Business, consumer and financial knowledge and skills

Module 14

What is an entrepreneur?

Activity 1: to identify the characteristics of an entrepreneur and to apply them to ourselves. [lo 4.2]

Read the following story about a successful entrepreneur.

SOURCE

An entrepreneur’s story of a difficult start in a grimy butchery

“WORK YOUR FINGERS TO THE BONE”

“My success came after I had worked my fingers to the bone and because I never became greedy.”

This is the secret of Mr Leon Slabbert, owner of the Cuyler Butchery in Uitenhage.

After finishing his schooling, Mr Slabbert obtained a degree in personnel management. He then worked in his father, Levi’s, butchery for ten years.

“My father is a perfectionist and therefore he is very particular about tidiness, quality and service. He taught me all about the select cuts and everything else I know. Thanks to him I am a disciplined person,” says Slabbert.

In August 1988 he decided: “Nothing ventured, nothing gained.” He sold his house and most of his other possessions and bought the Cuyler Butchery , which at that time was grubby and shabby.

Slabbert found it difficult to get loans from the banks, because he had no insurance. Some of his creditors showed him some mercy, but others simply had to wait for him to make enough money to pay them.

In the early nineties the political situation in the country influenced many people and businesses and Slabbert had to keep his head above water despite various threats. “In the first five years I just had to do crisis control most of the time to keep my business going. Competitors didn’t make it any easier for me to get my business to grow, and I had to do everything in my power in order to survive,” he says.
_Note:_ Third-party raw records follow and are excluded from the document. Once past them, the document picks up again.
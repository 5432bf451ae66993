"""The OOB measures against scipy, hand-worked tables, a published worked example and coverage on
published generators."""
import math

import numpy as np
import pytest
from scipy import stats

import baggr
import naive_measures as naive
from baggr.errors import ConfigError
from baggr.oob import measures as M
from generators import friedman1, twonorm, waveform


def _hard_votes(y, n_classes, k_mean, strength, seed):
    """OOB-like hard votes: each row gets Poisson(k_mean) votes, its own class favoured by `strength`."""
    rng = np.random.default_rng(seed)
    n = y.shape[0]
    k = rng.poisson(k_mean, n)
    p = np.full((n, n_classes), (1 - strength) / n_classes)
    p[np.arange(n), y] += strength
    p *= rng.uniform(0.5, 1.5, (n, n_classes))
    p /= p.sum(axis=1, keepdims=True)
    votes = np.stack([rng.multinomial(k[r], p[r]) for r in range(n)]).astype(np.int32)
    votes[::97] = 0     # a few rows never left out
    return votes


def _both_paths(y, votes):
    """The measures through the (k, v) cells and through the rows (sorting)."""
    a = M.class_measures(y, votes)
    old = M.MAX_CELLS
    M.MAX_CELLS = 0
    try:
        b = M.class_measures(y, votes)
    finally:
        M.MAX_CELLS = old
    return a, b


def _mwu_auc(scores, is_pos):
    # Mann-Whitney U of the positives over the negatives, divided by n1 * n0 (scipy.stats.mannwhitneyu).
    u = stats.mannwhitneyu(scores[is_pos], scores[~is_pos]).statistic
    return u / (is_pos.sum() * (~is_pos).sum())


def test_auc_equals_mann_whitney_u_over_n1_n0():
    y = np.random.default_rng(1).integers(0, 2, 3000).astype(np.int32)
    votes = _hard_votes(y, 2, 12, 0.3, seed=2)
    assert (votes.sum(axis=1) == 0).sum() > 0   # a few rows never left out: excluded
    ok, s = naive.shares_of(votes)
    ref = _mwu_auc(s[:, 1], y[ok] == 1)
    for got in _both_paths(y, votes):
        assert got["auc"][0] == pytest.approx(ref, abs=1e-12)
    # leaf-share votes (float sums) take the row path
    fv = votes.astype(np.float64) + np.random.default_rng(3).uniform(0, 0.5, votes.shape) * (votes.sum(1, keepdims=True) > 0)
    ok, s = naive.shares_of(fv)
    assert M.class_measures(y, fv)["auc"][0] == pytest.approx(_mwu_auc(s[:, 1], y[ok] == 1), abs=1e-12)
    # the run's curve ranks float shares in 65,536 bins: within a bin they count as tied
    binned = M.class_measures(y, fv, share_bins=1 << 16)["auc"][0]
    assert binned == pytest.approx(_mwu_auc(s[:, 1], y[ok] == 1), abs=1e-4)


def test_macro_auc_is_the_mean_of_one_vs_rest_mann_whitney():
    y = np.random.default_rng(4).integers(0, 3, 2000).astype(np.int32)
    votes = _hard_votes(y, 3, 10, 0.25, seed=5)
    ok, s = naive.shares_of(votes)
    ref = np.mean([_mwu_auc(s[:, c], y[ok] == c) for c in range(3)])
    a, b = _both_paths(y, votes)
    assert a["auc"][0] == pytest.approx(ref, abs=1e-12)
    for name in M.CLASS_MEASURES:
        assert a[name][0] == pytest.approx(b[name][0], rel=1e-12), name
        assert a[name][1] == pytest.approx(b[name][1], rel=1e-9), name


def test_log_loss_and_brier_worked_by_hand():
    # Four rows, two classes (hand-worked, no source): the last row was never left out.
    #   y=0 votes (3,1): k=4, smoothed p_y = 3.5/5 = 0.7,   -ln 0.7   = 0.3566749;  Brier (.75-1)^2+(.25)^2 = 0.125
    #   y=1 votes (0,2): k=2, p_y = 2.5/3,                  -ln(5/6)  = 0.1823216;  Brier 0
    #   y=1 votes (2,0): k=2, p_y = 0.5/3,                  -ln(1/6)  = 1.7917595;  Brier 1 + 1 = 2
    y = np.array([0, 1, 1, 0], np.int32)
    votes = np.array([[3, 1], [0, 2], [2, 0], [0, 0]], np.int32)
    for got in _both_paths(y, votes):
        assert got["log-loss"][0] == pytest.approx((0.3566749 + 0.1823216 + 1.7917595) / 3, abs=1e-7)
        assert got["brier"][0] == pytest.approx((0.125 + 0 + 2) / 3, abs=1e-12)
        assert got["error"][0] == pytest.approx(1 / 3)           # rows 1 and 2: only row 2 is wrong
        assert got["balanced-error"][0] == pytest.approx((0 + 0.5) / 2)
    # against the definitions on a larger table
    y = np.random.default_rng(6).integers(0, 3, 500).astype(np.int32)
    votes = _hard_votes(y, 3, 6, 0.3, seed=7)
    got = M.class_measures(y, votes)
    assert got["log-loss"][0] == pytest.approx(naive.log_loss(y, votes), rel=1e-12)
    assert got["brier"][0] == pytest.approx(naive.brier(y, votes), rel=1e-12)


# Hanley and McNeil (1982), Radiology 143, Table 1 (from memory): CT ratings 1..5 of 58 normal and
# 51 abnormal cases; their AUC is 0.893 and their standard error 0.032 (from their approximation).
HM_NORMAL = np.repeat([1, 2, 3, 4, 5], [33, 6, 6, 11, 2])
HM_ABNORMAL = np.repeat([1, 2, 3, 4, 5], [3, 2, 2, 11, 33])


def test_delong_on_the_hanley_mcneil_ratings():
    pos = np.bincount(HM_ABNORMAL, minlength=6)[1:]
    neg = np.bincount(HM_NORMAL, minlength=6)[1:]
    auc, var, _, _ = M.delong(pos, neg)
    assert round(auc, 3) == 0.893                                           # Hanley and McNeil (1982)
    # DeLong's variance from its definition (placement values by double loop) ...
    assert var == pytest.approx(naive.delong_variance(HM_ABNORMAL, HM_NORMAL), rel=1e-12)
    # ... equals the two-sample jackknife (leave one case out within each group; AUC by
    # scipy.stats.mannwhitneyu), a known identity (Hanley and Hajian-Tilaki 1997, from memory)
    def auc_of(p, q):
        return stats.mannwhitneyu(p, q).statistic / (p.size * q.size)
    m, n = HM_ABNORMAL.size, HM_NORMAL.size
    tp = np.array([auc_of(np.delete(HM_ABNORMAL, i), HM_NORMAL) for i in range(m)])
    tn = np.array([auc_of(HM_ABNORMAL, np.delete(HM_NORMAL, j)) for j in range(n)])
    jack = (m - 1) / m * np.sum((tp - tp.mean()) ** 2) + (n - 1) / n * np.sum((tn - tn.mean()) ** 2)
    assert var == pytest.approx(jack, rel=1e-9)
    # and lies near Hanley and McNeil's 0.032, which comes from a different (exponential) approximation
    assert math.sqrt(var) == pytest.approx(0.032, abs=0.002)


def test_class_table_precision_recall_f1():
    # confusion rows = true class, columns = predicted (hand-worked, no source):
    # class 0: tp 50, predicted 50+5=55, actual 50+10=60: precision 50/55, recall 50/60, F1 100/115
    cm = np.array([[50, 10], [5, 35]])
    t = M.class_table(cm)
    assert t["precision"][0][0] == pytest.approx(50 / 55)
    assert t["recall"][0][0] == pytest.approx(50 / 60)
    assert t["f1"][0][0] == pytest.approx(100 / 115)
    assert t["f1"][1][0] == pytest.approx(70 / 85)
    # Wilson interval of precision: scipy.stats.binomtest(...).proportion_ci(method="wilson")
    ref = stats.binomtest(50, 55).proportion_ci(method="wilson")
    assert t["precision"][0][1] == pytest.approx((ref.low, ref.high), abs=1e-12)
    lo, hi = t["f1"][0][1]
    assert lo < 100 / 115 < hi
    assert M.class_table(cm)["f1"][0][1] == (lo, hi)    # fixed seed: the same report every time


def test_f1_bootstrap_interval_covers_on_twonorm():
    # Breiman (1996) twonorm with its Bayes rule (sum of x > 0 is class 1): by symmetry precision
    # and recall of class 1 are both 1 - Phi(-2), so the population F1 is 1 - Phi(-2) (scipy).
    truth = 1 - stats.norm.cdf(-2)
    repeats, hits, hits_be = 300, 0, 0
    for s in range(repeats):
        X, y = twonorm(1500, seed=1000 + s)
        pred = (X.sum(axis=1) > 0).astype(int)
        cm = np.zeros((2, 2), np.int64)
        np.add.at(cm, (y, pred), 1)
        lo, hi = M.class_table(cm, rounds=1000, seed=s)["f1"][1][1]
        hits += lo <= truth <= hi
        votes = np.eye(2, dtype=np.int32)[pred]           # one vote per row: shares are the rule's class
        be_lo, be_hi = M.class_measures(y.astype(np.int32), votes)["balanced-error"][1]
        hits_be += be_lo <= stats.norm.cdf(-2) <= be_hi
    # 95% intervals: coverage within about 3 binomial s.e. (1.3% at 300 repeats) of 0.95
    assert 0.91 <= hits / repeats <= 0.99, hits / repeats
    assert 0.91 <= hits_be / repeats <= 0.99, hits_be / repeats


def test_regression_measures_and_r2_coverage_on_friedman1():
    X, y = friedman1(2000, seed=11)
    rng = np.random.default_rng(12)
    pred = y + rng.normal(0, 1.5, y.size)
    left = rng.integers(0, 4, y.size).astype(np.int32)
    vs = pred * left
    got = M.regression_measures(y, vs, left)
    ok = left > 0
    e = pred[ok] - y[ok]
    # numpy references of the definitions
    assert got["mse"][0] == pytest.approx(np.mean(e ** 2), rel=1e-12)
    assert got["rmse"][0] == pytest.approx(np.sqrt(np.mean(e ** 2)), rel=1e-12)
    assert got["mae"][0] == pytest.approx(np.mean(np.abs(e)), rel=1e-12)
    assert got["r2"][0] == pytest.approx(1 - np.mean(e ** 2) / np.var(y[ok]), rel=1e-12)
    assert got["rmse"][1] == pytest.approx(tuple(np.sqrt(got["mse"][1])), rel=1e-12)
    # R2's delta-method interval covers the population R2 of a fixed predictor (the true function of
    # Friedman 1991 plus nothing: its error is the N(0, 1) noise, so R2 = 1 - 1 / Var(y), Var(y)
    # from 2,000,000 rows) in about 95% of samples
    _, ybig = friedman1(2_000_000, seed=13)
    truth = 1 - 1 / np.var(ybig)
    hits, repeats = 0, 300
    for s in range(repeats):
        X, y = friedman1(400, seed=2000 + s)
        f = 10 * np.sin(np.pi * X[:, 0] * X[:, 1]) + 20 * (X[:, 2] - 0.5) ** 2 + 10 * X[:, 3] + 5 * X[:, 4]
        lo, hi = M.regression_measures(y, f, np.ones(y.size, np.int32))["r2"][1]
        hits += lo <= truth <= hi
    assert 0.91 <= hits / repeats <= 0.99, hits / repeats


def test_rows_never_left_out_are_excluded():
    X, y = waveform(300, seed=3)
    votes = _hard_votes(y.astype(np.int32), 3, 5, 0.4, seed=8)
    a = M.class_measures(y, votes)
    ok = votes.sum(axis=1) > 0
    b = M.class_measures(y[ok], votes[ok])
    for name in M.CLASS_MEASURES:
        assert a[name][0] == pytest.approx(b[name][0], rel=1e-12), name
    assert not ok.all()
    none = M.class_measures(y, np.zeros_like(votes))
    assert all(math.isnan(v) and iv is None for v, iv in none.values())


def test_measure_names_check_the_task():
    assert baggr.Config(measure="auc").resolved_measure("classes") == "auc"
    with pytest.raises(ConfigError, match="does not fit a regression target"):
        baggr.Config(measure="auc").resolved_measure("regression")
    with pytest.raises(ConfigError, match="must be one of"):
        baggr.Config(measure="accuracy")
    assert baggr.Config().resolved_measure("classes") == "error"
    assert baggr.Config().resolved_measure("regression") == "mse"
“Those were difficult years. I started with three staff members and did all the administration, daily chores and cutting of the meat. I had to make the sausages on my own. I also scrubbed the floors.

“I did not even have a proper cash flow that I could use for change and a friend lent me a lorry with which to transport my meat. A car was out of the question. There was no money

for petrol and I had to walk to work. My wife, Wilhma, was the owner of a hairdressing salon and she also had to work overtime to get her own business going,” says Slabbert.

His wife is now a director of the butchery and owns shares in it.

“Besides being in control of the administration of the business I am involved in every aspect of the butchery, from washing floors to cutting up meat.

“I was a hairdresser for 18 years and I found it difficult to give up this work, but my husband needed me and I supported him,” she says.

She regards her husband as being very honest and straightforward, and says that he has self-respect and respect for his fellowmen.

“All of these are qualities that have contributed to his success. He knows the meat industry and if he knows that lamb is going to be cheaper next week, he will not allow a customer to buy a whole lamb now, when it is more expensive,” she says by way of an example of his attitude towards his clients.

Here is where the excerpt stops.